**Work to complete**
Show each line of the listing in which the word "CreationOptional" occurs.

**Extracted information**
☆ ☆ ☆ ☆

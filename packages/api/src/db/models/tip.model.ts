import { DataTypes, Model } from 'sequelize';
import type { CreationOptional, InferAttributes, InferCreationAttributes, Sequelize } from 'sequelize';

export class Tip extends Model<InferAttributes<Tip>, InferCreationAttributes<Tip>> {
  declare id: string;
  declare jobId: string;
  declare amountCents: number;
  declare method: 'card' | 'cash' | 'invoice';
  declare alreadyReceived: CreationOptional<boolean>;
  declare receivedAt: Date;
  declare forPersonId: CreationOptional<string | null>;
  /** Null where the customer gave it with a card, by the own page. */
  declare userId: CreationOptional<string | null>;
  declare paymentId: CreationOptional<string | null>;
}

export function initTip(sequelize: Sequelize): void {
  Tip.init(
    {
      id: { type: DataTypes.UUID, primaryKey: true },
      jobId: { type: DataTypes.UUID, allowNull: false },
      amountCents: { type: DataTypes.BIGINT, allowNull: false },
      method: { type: DataTypes.TEXT, allowNull: false },
      alreadyReceived: { type: DataTypes.BOOLEAN },
      receivedAt: { type: DataTypes.DATE, allowNull: false },
      forPersonId: { type: DataTypes.UUID, allowNull: true },
      userId: { type: DataTypes.UUID, allowNull: true },
      paymentId: { type: DataTypes.UUID, allowNull: true },
    },
    { sequelize, modelName: 'Tip', tableName: 'tips', underscored: true, timestamps: false },
  );
}
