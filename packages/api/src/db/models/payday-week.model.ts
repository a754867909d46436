import { DataTypes, Model } from 'sequelize';
import type { InferAttributes, InferCreationAttributes, Sequelize } from 'sequelize';

export class PaydayWeek extends Model<InferAttributes<PaydayWeek>, InferCreationAttributes<PaydayWeek>> {
  declare paydayId: string;
  declare payWeekId: string;
}

export function initPaydayWeek(sequelize: Sequelize): void {
  PaydayWeek.init(
    {
      paydayId: { type: DataTypes.UUID, primaryKey: true },
      payWeekId: { type: DataTypes.UUID, primaryKey: true },
    },
    { sequelize, modelName: 'PaydayWeek', tableName: 'payday_weeks', underscored: true, timestamps: false },
  );
}
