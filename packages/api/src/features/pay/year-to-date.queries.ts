import type { Transaction } from 'sequelize';
import type { YearToDate } from '@driprail/shared/contracts/pay.contract';
import { exact } from '@driprail/shared/domain/money/exact';
import type { PersonWeek } from '@driprail/shared/domain/pay/pay-week.types';
import type { PayWeek } from '../../db/models/index.ts';
import { select } from '../../db/sequelize.ts';

interface Earlier {
  personId: string;
  weeks: number;
  /** Clock time is whole seconds, so a year of it is too. */
  seconds: number;
  grossCents: number;
  tipCents: number;
  overtimePremiumCents: number;
}

const NOTHING: Omit<Earlier, 'personId'> = {
  weeks: 0,
  seconds: 0,
  grossCents: 0,
  tipCents: 0,
  overtimePremiumCents: 0,
};

/**
 * What people's locked weeks of the year came to, up to and with this one; a week belongs to the year in which it
 * ends. While this week is open its figures as they stand are added.
 * @returns by person
 */
export async function yearsToDate(
  week: PayWeek,
  people: readonly PersonWeek[],
  tx?: Transaction,
): Promise<Record<string, YearToDate>> {
  if (people.length === 0) return {};
  const year = Number(week.endsOn.slice(0, 4));
  const cents = (part: string) => `sum((s.summary->'totals'->>'${part}')::bigint)::bigint`;
  const rows = await select<Earlier>(
    `SELECT s.person_id AS "personId", count(*)::int AS weeks,
            round(sum(split_part(s.summary->>'hoursWorked', '/', 1)::numeric * 3600
              / coalesce(nullif(split_part(s.summary->>'hoursWorked', '/', 2), ''), '1')::numeric))::bigint AS seconds,
            ${cents('gross')} AS "grossCents", ${cents('tips')} AS "tipCents", ${cents('overtimePremium')} AS "overtimePremiumCents"
       FROM pay_statements s JOIN pay_weeks w ON w.id = s.pay_week_id
      WHERE s.person_id IN (:ids) AND w.state = 'locked' AND w.ends_on >= :from AND w.starts_on < :startsOn
      GROUP BY s.person_id`,
    { ids: people.map((person) => person.personId), from: `${year}-01-01`, startsOn: week.startsOn },
    tx,
  );
  const earlier = new Map(rows.map((row) => [row.personId, row]));
  return Object.fromEntries(
    people.map(({ personId, hoursWorked, totals }) => {
      const before = earlier.get(personId) ?? NOTHING;
      const own: YearToDate = {
        year,
        weeks: before.weeks + 1,
        hours: exact(before.seconds).div(3600).add(exact(hoursWorked)).toFraction(),
        grossCents: before.grossCents + totals.gross,
        tipCents: before.tipCents + totals.tips,
        overtimePremiumCents: before.overtimePremiumCents + totals.overtimePremium,
      };
      return [personId, own];
    }),
  );
}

☆ ☆ ☆ ☆

**Solved problem**
import type { CreationOptional, InferAttributes, InferCreationAttributes, Sequelize } from 'sequelize';
  declare alreadyReceived: CreationOptional<boolean>;
  declare forPersonId: CreationOptional<string | null>;
  declare userId: CreationOptional<string | null>;
  declare paymentId: CreationOptional<string | null>;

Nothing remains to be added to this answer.